ASSIGNED TASK: Your answer should consist of every line from the records that holds the string "tall".

─── SUPPLIED ENTRIES

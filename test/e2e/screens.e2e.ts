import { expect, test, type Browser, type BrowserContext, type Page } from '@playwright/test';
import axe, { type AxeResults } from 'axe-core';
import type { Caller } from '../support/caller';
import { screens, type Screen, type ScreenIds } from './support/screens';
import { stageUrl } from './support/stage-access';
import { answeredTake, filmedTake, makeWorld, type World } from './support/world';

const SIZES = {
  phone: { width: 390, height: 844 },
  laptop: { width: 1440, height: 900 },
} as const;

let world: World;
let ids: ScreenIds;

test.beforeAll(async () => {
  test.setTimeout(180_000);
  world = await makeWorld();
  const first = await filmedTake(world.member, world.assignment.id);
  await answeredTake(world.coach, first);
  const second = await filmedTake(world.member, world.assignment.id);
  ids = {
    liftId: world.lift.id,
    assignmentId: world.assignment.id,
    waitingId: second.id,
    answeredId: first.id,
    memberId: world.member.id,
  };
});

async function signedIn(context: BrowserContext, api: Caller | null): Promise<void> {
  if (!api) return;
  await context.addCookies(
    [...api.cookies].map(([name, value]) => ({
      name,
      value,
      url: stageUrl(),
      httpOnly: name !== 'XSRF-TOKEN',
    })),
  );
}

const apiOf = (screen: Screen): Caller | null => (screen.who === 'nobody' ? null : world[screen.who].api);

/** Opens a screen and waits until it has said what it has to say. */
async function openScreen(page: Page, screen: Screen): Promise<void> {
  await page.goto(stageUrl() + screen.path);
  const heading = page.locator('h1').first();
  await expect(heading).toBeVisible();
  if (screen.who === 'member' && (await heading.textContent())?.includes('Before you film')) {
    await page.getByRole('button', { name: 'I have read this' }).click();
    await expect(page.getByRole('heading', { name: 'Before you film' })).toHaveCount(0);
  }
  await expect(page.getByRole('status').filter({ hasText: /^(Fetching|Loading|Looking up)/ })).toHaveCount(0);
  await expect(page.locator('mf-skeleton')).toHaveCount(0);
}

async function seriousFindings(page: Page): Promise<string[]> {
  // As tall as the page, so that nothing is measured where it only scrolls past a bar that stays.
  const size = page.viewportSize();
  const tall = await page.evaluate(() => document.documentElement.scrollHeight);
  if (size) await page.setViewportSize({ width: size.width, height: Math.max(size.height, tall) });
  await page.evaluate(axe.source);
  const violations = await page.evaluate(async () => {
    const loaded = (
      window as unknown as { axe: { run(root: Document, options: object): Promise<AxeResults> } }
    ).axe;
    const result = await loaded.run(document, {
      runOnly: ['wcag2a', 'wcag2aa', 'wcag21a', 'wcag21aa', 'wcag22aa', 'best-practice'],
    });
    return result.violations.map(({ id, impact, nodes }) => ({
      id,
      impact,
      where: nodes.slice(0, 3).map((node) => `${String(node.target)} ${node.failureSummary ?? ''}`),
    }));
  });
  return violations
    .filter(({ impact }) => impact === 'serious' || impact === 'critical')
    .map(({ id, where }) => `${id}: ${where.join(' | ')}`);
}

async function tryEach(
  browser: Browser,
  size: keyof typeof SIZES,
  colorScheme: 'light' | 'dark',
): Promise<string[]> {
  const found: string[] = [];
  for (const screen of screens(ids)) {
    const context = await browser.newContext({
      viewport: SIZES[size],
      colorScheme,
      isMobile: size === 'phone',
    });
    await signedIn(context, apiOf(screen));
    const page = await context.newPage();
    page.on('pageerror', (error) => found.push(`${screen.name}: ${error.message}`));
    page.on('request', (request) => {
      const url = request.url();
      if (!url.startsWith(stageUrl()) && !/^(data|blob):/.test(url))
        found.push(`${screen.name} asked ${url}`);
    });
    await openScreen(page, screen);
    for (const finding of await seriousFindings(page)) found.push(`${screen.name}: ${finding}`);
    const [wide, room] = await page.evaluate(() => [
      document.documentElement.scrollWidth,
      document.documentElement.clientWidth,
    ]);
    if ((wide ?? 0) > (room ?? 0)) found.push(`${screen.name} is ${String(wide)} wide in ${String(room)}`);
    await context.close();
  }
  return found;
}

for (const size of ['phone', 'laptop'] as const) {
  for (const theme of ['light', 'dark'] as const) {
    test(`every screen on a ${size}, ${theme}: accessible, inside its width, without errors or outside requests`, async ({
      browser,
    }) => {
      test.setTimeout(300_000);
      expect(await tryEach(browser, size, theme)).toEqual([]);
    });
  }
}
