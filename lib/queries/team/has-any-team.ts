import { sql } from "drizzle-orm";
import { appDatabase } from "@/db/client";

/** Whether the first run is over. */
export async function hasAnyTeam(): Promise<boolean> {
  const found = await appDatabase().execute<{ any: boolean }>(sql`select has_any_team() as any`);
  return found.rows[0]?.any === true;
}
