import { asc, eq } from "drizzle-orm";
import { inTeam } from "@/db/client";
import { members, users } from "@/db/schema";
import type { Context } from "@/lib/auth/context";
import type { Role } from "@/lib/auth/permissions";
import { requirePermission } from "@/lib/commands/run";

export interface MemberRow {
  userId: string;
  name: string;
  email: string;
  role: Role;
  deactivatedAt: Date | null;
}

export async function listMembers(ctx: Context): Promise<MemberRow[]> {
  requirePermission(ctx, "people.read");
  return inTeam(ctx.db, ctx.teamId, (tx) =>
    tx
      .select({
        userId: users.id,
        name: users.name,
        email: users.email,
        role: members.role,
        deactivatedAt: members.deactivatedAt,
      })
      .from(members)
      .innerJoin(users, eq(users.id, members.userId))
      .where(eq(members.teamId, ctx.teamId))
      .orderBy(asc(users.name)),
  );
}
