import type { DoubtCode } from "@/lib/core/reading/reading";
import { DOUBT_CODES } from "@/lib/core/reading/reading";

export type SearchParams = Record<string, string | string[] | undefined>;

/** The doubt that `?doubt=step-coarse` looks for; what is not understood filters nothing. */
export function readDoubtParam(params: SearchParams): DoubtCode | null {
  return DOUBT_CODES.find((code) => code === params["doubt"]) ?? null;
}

──────
─── SUPPLIED ENTRIES

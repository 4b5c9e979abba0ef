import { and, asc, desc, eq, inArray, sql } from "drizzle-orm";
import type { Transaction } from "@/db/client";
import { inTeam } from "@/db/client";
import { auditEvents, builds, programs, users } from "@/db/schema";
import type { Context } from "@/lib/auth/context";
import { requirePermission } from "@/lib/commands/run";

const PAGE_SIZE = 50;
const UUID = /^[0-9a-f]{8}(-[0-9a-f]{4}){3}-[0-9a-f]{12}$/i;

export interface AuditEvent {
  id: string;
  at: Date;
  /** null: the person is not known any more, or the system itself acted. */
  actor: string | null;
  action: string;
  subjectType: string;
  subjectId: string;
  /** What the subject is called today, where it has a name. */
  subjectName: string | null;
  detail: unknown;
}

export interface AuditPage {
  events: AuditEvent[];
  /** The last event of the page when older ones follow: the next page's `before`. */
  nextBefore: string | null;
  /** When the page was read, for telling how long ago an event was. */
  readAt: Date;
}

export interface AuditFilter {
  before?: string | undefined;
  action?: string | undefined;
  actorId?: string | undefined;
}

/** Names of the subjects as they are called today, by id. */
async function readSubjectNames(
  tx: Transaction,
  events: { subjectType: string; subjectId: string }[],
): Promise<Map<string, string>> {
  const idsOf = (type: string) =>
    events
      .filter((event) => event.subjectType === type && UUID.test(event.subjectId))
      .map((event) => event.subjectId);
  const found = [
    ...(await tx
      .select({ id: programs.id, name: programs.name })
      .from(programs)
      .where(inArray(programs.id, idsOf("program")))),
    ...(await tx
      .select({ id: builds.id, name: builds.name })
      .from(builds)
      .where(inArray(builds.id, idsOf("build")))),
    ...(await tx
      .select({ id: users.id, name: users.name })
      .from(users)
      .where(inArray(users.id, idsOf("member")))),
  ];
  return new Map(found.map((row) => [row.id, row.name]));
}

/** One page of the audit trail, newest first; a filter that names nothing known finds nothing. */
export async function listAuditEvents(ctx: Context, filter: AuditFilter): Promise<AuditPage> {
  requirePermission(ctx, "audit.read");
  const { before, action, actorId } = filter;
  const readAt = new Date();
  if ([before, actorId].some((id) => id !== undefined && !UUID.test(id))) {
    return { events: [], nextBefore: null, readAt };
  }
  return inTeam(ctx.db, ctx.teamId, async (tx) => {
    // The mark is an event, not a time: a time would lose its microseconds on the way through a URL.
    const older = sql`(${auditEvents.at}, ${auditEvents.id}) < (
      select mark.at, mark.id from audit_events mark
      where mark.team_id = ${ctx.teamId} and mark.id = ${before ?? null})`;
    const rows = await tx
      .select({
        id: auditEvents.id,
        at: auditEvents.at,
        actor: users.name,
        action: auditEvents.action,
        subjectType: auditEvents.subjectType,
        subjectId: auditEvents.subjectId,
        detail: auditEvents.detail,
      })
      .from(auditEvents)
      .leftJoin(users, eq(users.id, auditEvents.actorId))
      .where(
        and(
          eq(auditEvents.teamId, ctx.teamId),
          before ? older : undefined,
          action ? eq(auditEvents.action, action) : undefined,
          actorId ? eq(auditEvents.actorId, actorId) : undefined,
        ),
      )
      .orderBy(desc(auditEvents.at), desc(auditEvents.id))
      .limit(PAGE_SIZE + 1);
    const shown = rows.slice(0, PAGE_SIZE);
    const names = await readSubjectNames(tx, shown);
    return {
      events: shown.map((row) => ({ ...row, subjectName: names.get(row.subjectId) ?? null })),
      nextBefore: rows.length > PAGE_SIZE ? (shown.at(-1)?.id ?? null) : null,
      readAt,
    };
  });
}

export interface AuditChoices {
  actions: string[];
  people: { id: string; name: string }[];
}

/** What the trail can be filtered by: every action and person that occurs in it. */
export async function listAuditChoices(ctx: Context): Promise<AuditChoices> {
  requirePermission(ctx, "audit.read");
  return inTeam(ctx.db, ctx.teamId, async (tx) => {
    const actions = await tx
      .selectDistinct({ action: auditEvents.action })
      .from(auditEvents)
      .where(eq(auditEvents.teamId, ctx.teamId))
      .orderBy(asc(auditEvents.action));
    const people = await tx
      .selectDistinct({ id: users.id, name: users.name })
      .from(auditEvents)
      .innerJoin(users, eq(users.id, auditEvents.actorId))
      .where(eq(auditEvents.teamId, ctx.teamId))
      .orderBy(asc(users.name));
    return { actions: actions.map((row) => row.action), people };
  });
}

──────

COMPLETED EXERCISE:
  // As tall as the page, so that nothing is measured where it only scrolls past a bar that stays.
  const tall = await page.evaluate(() => document.documentElement.scrollHeight);
  if (size) await page.setViewportSize({ width: size.width, height: Math.max(size.height, tall) });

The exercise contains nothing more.